WHAT YOU SHOULD DO:
Among the lines below, copy each one in which "within" appears.
- Opening Delimiter -
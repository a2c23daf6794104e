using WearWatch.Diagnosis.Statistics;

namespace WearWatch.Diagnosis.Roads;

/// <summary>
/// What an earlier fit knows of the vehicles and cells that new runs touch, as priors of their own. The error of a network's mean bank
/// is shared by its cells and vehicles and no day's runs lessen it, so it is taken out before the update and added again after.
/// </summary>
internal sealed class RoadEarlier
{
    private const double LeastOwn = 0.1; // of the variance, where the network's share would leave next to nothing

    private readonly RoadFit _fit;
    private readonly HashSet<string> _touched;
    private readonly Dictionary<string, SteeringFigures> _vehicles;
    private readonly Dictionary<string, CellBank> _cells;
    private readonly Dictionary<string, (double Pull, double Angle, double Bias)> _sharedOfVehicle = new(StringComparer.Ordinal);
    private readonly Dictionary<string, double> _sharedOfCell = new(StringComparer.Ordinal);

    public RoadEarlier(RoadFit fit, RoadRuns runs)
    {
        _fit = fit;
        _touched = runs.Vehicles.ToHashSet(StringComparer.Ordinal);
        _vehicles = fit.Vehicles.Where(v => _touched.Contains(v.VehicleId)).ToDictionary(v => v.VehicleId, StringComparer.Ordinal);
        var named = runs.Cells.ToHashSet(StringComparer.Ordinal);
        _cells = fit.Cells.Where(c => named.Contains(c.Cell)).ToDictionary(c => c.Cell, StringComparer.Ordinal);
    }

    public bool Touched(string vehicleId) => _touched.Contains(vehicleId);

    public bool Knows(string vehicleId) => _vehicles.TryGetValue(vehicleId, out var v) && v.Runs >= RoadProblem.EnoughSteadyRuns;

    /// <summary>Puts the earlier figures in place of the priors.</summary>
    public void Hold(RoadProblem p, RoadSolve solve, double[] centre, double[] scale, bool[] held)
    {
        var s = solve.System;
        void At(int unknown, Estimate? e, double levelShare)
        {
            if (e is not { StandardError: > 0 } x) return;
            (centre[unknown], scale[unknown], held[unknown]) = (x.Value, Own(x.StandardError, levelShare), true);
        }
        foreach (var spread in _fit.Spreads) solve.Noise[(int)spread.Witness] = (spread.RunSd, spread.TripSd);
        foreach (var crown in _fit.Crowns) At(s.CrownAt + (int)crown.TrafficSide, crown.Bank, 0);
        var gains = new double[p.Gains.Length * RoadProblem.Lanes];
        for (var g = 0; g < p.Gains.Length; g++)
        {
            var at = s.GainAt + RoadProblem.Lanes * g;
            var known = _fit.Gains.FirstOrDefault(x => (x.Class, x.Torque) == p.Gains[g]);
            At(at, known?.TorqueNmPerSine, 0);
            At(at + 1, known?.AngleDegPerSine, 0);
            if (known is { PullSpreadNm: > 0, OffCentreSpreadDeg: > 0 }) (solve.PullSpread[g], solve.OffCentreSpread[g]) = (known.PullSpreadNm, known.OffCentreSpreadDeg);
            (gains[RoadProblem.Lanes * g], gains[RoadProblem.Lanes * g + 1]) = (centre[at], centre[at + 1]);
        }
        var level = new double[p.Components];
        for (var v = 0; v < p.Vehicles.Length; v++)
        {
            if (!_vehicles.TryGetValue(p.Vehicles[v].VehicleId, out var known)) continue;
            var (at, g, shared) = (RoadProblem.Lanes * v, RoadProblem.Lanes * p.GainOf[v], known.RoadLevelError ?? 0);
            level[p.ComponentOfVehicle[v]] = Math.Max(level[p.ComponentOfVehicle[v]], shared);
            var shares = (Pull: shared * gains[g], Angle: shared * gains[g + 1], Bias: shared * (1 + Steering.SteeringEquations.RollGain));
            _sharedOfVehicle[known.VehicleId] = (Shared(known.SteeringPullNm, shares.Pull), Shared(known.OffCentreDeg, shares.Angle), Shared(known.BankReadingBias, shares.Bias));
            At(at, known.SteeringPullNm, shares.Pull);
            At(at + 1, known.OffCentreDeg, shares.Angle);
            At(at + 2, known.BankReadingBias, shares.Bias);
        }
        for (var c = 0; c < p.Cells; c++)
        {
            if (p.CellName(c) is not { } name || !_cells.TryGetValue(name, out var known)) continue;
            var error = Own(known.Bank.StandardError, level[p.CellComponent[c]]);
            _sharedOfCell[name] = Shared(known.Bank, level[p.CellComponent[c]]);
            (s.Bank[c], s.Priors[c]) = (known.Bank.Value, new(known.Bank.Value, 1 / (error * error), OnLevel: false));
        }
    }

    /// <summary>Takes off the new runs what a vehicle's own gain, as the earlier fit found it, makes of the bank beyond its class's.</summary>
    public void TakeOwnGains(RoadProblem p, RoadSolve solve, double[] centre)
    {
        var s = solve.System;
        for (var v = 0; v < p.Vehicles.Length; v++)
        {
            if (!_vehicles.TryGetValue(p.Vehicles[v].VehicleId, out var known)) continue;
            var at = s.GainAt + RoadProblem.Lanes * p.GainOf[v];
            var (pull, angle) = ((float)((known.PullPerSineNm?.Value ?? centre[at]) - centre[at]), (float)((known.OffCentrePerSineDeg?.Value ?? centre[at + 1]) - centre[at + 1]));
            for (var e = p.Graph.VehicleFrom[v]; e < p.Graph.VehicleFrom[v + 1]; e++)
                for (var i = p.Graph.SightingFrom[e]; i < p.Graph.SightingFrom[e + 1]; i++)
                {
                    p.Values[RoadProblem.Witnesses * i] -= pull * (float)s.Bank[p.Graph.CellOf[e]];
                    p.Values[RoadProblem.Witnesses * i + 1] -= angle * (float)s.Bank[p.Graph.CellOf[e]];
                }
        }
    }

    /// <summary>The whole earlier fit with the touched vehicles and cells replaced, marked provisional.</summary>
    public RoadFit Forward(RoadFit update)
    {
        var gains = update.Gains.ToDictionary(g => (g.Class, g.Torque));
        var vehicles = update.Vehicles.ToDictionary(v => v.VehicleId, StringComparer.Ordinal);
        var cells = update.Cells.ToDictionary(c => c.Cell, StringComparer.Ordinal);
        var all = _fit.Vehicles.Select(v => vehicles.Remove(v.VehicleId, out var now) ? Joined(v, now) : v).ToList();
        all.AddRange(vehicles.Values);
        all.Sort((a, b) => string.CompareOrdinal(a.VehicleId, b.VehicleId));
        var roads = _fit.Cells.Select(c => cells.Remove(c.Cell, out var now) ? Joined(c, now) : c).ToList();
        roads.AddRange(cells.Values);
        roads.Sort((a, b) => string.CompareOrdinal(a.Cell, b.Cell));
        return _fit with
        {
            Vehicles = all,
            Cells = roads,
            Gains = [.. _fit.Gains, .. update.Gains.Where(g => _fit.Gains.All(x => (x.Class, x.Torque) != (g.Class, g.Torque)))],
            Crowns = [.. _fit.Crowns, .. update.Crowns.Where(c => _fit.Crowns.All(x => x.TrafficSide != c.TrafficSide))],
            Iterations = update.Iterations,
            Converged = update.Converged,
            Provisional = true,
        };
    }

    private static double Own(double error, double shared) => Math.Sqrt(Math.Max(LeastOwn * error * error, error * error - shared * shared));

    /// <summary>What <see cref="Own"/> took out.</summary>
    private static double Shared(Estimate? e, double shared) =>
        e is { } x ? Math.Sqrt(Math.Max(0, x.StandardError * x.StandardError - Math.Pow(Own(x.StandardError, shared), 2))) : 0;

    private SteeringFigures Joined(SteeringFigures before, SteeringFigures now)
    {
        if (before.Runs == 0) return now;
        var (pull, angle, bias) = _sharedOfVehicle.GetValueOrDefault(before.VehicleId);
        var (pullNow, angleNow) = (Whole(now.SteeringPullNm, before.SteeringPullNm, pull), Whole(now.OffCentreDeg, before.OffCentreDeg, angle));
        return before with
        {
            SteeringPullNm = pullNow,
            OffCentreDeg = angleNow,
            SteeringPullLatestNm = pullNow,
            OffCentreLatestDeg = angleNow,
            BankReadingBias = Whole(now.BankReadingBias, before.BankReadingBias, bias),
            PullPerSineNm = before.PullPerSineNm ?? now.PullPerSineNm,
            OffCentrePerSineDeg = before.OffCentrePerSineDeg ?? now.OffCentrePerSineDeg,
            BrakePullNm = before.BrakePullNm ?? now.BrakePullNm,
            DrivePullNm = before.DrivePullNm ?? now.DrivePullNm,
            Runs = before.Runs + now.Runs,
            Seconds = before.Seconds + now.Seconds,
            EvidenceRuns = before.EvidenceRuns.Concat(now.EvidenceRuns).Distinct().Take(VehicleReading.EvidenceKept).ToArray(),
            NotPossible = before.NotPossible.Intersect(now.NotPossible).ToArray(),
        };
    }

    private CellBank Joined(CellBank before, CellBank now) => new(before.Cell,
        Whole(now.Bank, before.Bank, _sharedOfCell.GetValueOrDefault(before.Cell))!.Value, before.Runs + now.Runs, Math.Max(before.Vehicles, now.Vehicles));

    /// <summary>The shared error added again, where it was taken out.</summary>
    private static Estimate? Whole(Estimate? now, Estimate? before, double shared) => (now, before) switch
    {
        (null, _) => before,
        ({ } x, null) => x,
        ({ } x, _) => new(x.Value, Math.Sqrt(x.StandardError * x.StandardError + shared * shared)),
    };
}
- Closing Delimiter -
- Opening Delimiter -
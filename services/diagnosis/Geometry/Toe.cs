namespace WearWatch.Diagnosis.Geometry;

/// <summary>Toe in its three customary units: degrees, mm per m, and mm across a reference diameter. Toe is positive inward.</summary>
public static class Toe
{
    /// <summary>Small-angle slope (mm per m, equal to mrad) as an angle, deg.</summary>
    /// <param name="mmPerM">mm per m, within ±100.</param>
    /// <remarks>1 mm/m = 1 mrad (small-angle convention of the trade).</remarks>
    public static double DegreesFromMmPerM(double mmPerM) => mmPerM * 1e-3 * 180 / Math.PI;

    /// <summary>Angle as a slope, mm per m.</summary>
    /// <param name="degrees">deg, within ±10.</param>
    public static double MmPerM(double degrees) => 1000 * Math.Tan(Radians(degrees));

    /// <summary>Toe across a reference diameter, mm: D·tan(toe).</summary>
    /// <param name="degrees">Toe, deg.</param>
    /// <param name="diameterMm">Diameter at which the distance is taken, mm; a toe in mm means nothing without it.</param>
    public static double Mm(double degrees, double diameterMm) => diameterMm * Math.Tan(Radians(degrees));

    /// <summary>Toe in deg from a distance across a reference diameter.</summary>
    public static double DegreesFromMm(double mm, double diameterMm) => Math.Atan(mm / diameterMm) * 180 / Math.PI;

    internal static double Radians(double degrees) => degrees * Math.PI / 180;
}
- Closing Delimiter -
WRITTEN SOLUTION:
    /// <param name="mmPerM">mm per m, within ±100.</param>
    /// <param name="degrees">deg, within ±10.</param>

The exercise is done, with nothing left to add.